[Opening Recorded information section]

"""What solves leave for later ones on the same graph, as files in a folder.

The folder is a cache: bounded, safe to delete at any time, shared by workers without locks. A file is written beside
its place and moved there, and believed only if its name, its sizes and its digest are right; what is damaged, foreign
or of another solver is ignored, and replaced by the next solve. Files are named after the owner, the graph and the very
code of the solver, so nobody can learn from the time of an answer what others have stored.
"""

from __future__ import annotations

import contextlib
import hashlib
import json
import logging
import os
from collections.abc import Mapping
from pathlib import Path
from typing import TYPE_CHECKING, Any

import numpy as np

if TYPE_CHECKING:
    from numpy.typing import NDArray

    from nearchord_service.work.port import Task

Arrays = Mapping[str, "NDArray[Any]"]

_LOG = logging.getLogger(__name__)
_MAGIC = b"nearchord kept 1"
_DIGEST_BYTES = 32
_LENGTH_BYTES = 8
_ALIGN = 64
_TYPES = {"<i8": np.int64, "<i4": np.int32, "|u1": np.uint8}


class Shelf:
    """The folder, as one worker uses it. `offer` only notes what is to be kept; `store` writes it, after the answer."""

    def __init__(self, folder: Path, most_bytes: int, solver: str) -> None:
        """Keep at most `most_bytes` in `folder`, made when needed; `solver` identifies the solver's code.

        Whatever changes the structures that are built has to change `solver`.
        """
        self._folder = folder
        self._most_bytes = most_bytes
        self._solver = solver
        self._offered: tuple[str, Arrays] | None = None

    def find(self, task: Task) -> Arrays | None:
        """Return what was kept about the task's graph: writable flat arrays; None when there is nothing (sound)."""
        name = self._name(task)
        path = self._folder / name
        try:
            with path.open("rb") as file:
                content = np.empty(os.fstat(file.fileno()).st_size, np.uint8)
                if file.readinto(content.data) < content.size:
                    raise ValueError("shorter than its size")
            arrays = _unpacked(name, content)
            os.utime(path)
        except FileNotFoundError:
            return None
        except (OSError, ValueError, KeyError, TypeError) as error:
            _LOG.warning("ignoring the kept file %s: %s", path, error)
            return None
        return arrays

    def offer(self, task: Task, arrays: Arrays) -> None:
        """Note what a solve left about the task's graph."""
        self._offered = (self._name(task), arrays)

    def store(self) -> None:
        """Write what was offered, if it fits, and drop what was not used for longest. Failing is harmless."""
        offered, self._offered = self._offered, None
        if offered is None:
            return
        name, arrays = offered
        pieces = _packed(name, arrays)
        if sum(memoryview(piece).nbytes for piece in pieces) > self._most_bytes:
            return
        beside = self._folder / f"{name}.{os.getpid()}"
        try:
            self._folder.mkdir(mode=0o700, parents=True, exist_ok=True)
            with beside.open("wb") as file:
                for piece in pieces:
                    file.write(piece)
            beside.replace(self._folder / name)
            self._make_room()
        except OSError as error:
            _LOG.warning("cannot keep %s: %s", beside, error)
            with contextlib.suppress(OSError):
                beside.unlink()

    def _make_room(self) -> None:
        """Delete the files not used for longest until the rest fits. Another worker may do so at the same time."""
        files: list[tuple[int, str, int]] = []
        with os.scandir(self._folder) as entries:
            for entry in entries:
                with contextlib.suppress(FileNotFoundError):
                    status = entry.stat(follow_symlinks=False)
                    files.append((status.st_mtime_ns, entry.name, status.st_size))
        held = sum(size for _, _, size in files)
        for _, name, size in sorted(files):
            if held <= self._most_bytes:
                return
            with contextlib.suppress(FileNotFoundError):
                (self._folder / name).unlink()
            held -= size

    def _name(self, task: Task) -> str:
        words = json.dumps([self._solver, task.owner, task.graph_address])
        return hashlib.blake2b(words.encode(), digest_size=_DIGEST_BYTES).hexdigest()


def _packed(name: str, arrays: Arrays) -> list[bytes | memoryview]:
    """Write arrays as pieces of a file: magic, digest of the rest, length of the head, head, arrays."""
    listed: list[tuple[str, str, int]] = []
    body: list[bytes | memoryview] = []
    for key, array in arrays.items():
        plain = np.ascontiguousarray(array)
        if plain.dtype.str not in _TYPES:
            raise TypeError(f"array {key} of {plain.dtype} cannot be kept")
        listed.append((key, plain.dtype.str, plain.size))
        body += [plain.data.cast("B") if plain.size else b"", bytes(-plain.nbytes % _ALIGN)]
    head = json.dumps({"name": name, "arrays": listed}).encode()
    before = len(_MAGIC) + _DIGEST_BYTES + _LENGTH_BYTES
    head += b" " * (-(before + len(head)) % _ALIGN)
    rest = [len(head).to_bytes(_LENGTH_BYTES, "little"), head, *body]
    digest = hashlib.blake2b(digest_size=_DIGEST_BYTES)
    for piece in rest:
        digest.update(piece)
    return [_MAGIC, digest.digest(), *rest]


def _unpacked(name: str, content: NDArray[np.uint8]) -> Arrays:
    """Read such a file; ValueError, KeyError or TypeError when anything is wrong with it."""
    data = content.data
    signed = len(_MAGIC) + _DIGEST_BYTES
    at = signed + _LENGTH_BYTES
    if data[: len(_MAGIC)] != _MAGIC:
        raise ValueError("of another kind")
    if hashlib.blake2b(data[signed:], digest_size=_DIGEST_BYTES).digest() != data[len(_MAGIC) : signed]:
        raise ValueError("damaged")
    length = int.from_bytes(data[signed:at], "little")
    head = json.loads(bytes(data[at : at + length]))
    if head["name"] != name:
        raise ValueError("of another graph or solver")
    at += length
    arrays: dict[str, NDArray[Any]] = {}
    for key, code, size in head["arrays"]:
        dtype = np.dtype(_TYPES[code])
        end = at + size * dtype.itemsize
        if end > content.size:
            raise ValueError("shorter than it says")
        arrays[key] = content[at:end].view(dtype)
        at = end + -(end - at) % _ALIGN
    return arrays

[Closing Recorded information section]

Work instruction
Return, exactly as they stand, the lines from the start of the records above through the line with "The folder is", both ends included, and no other lines.

Response to this task
"""What solves leave for later ones on the same graph, as files in a folder.

The folder is a cache: bounded, safe to delete at any time, shared by workers without locks. A file is written beside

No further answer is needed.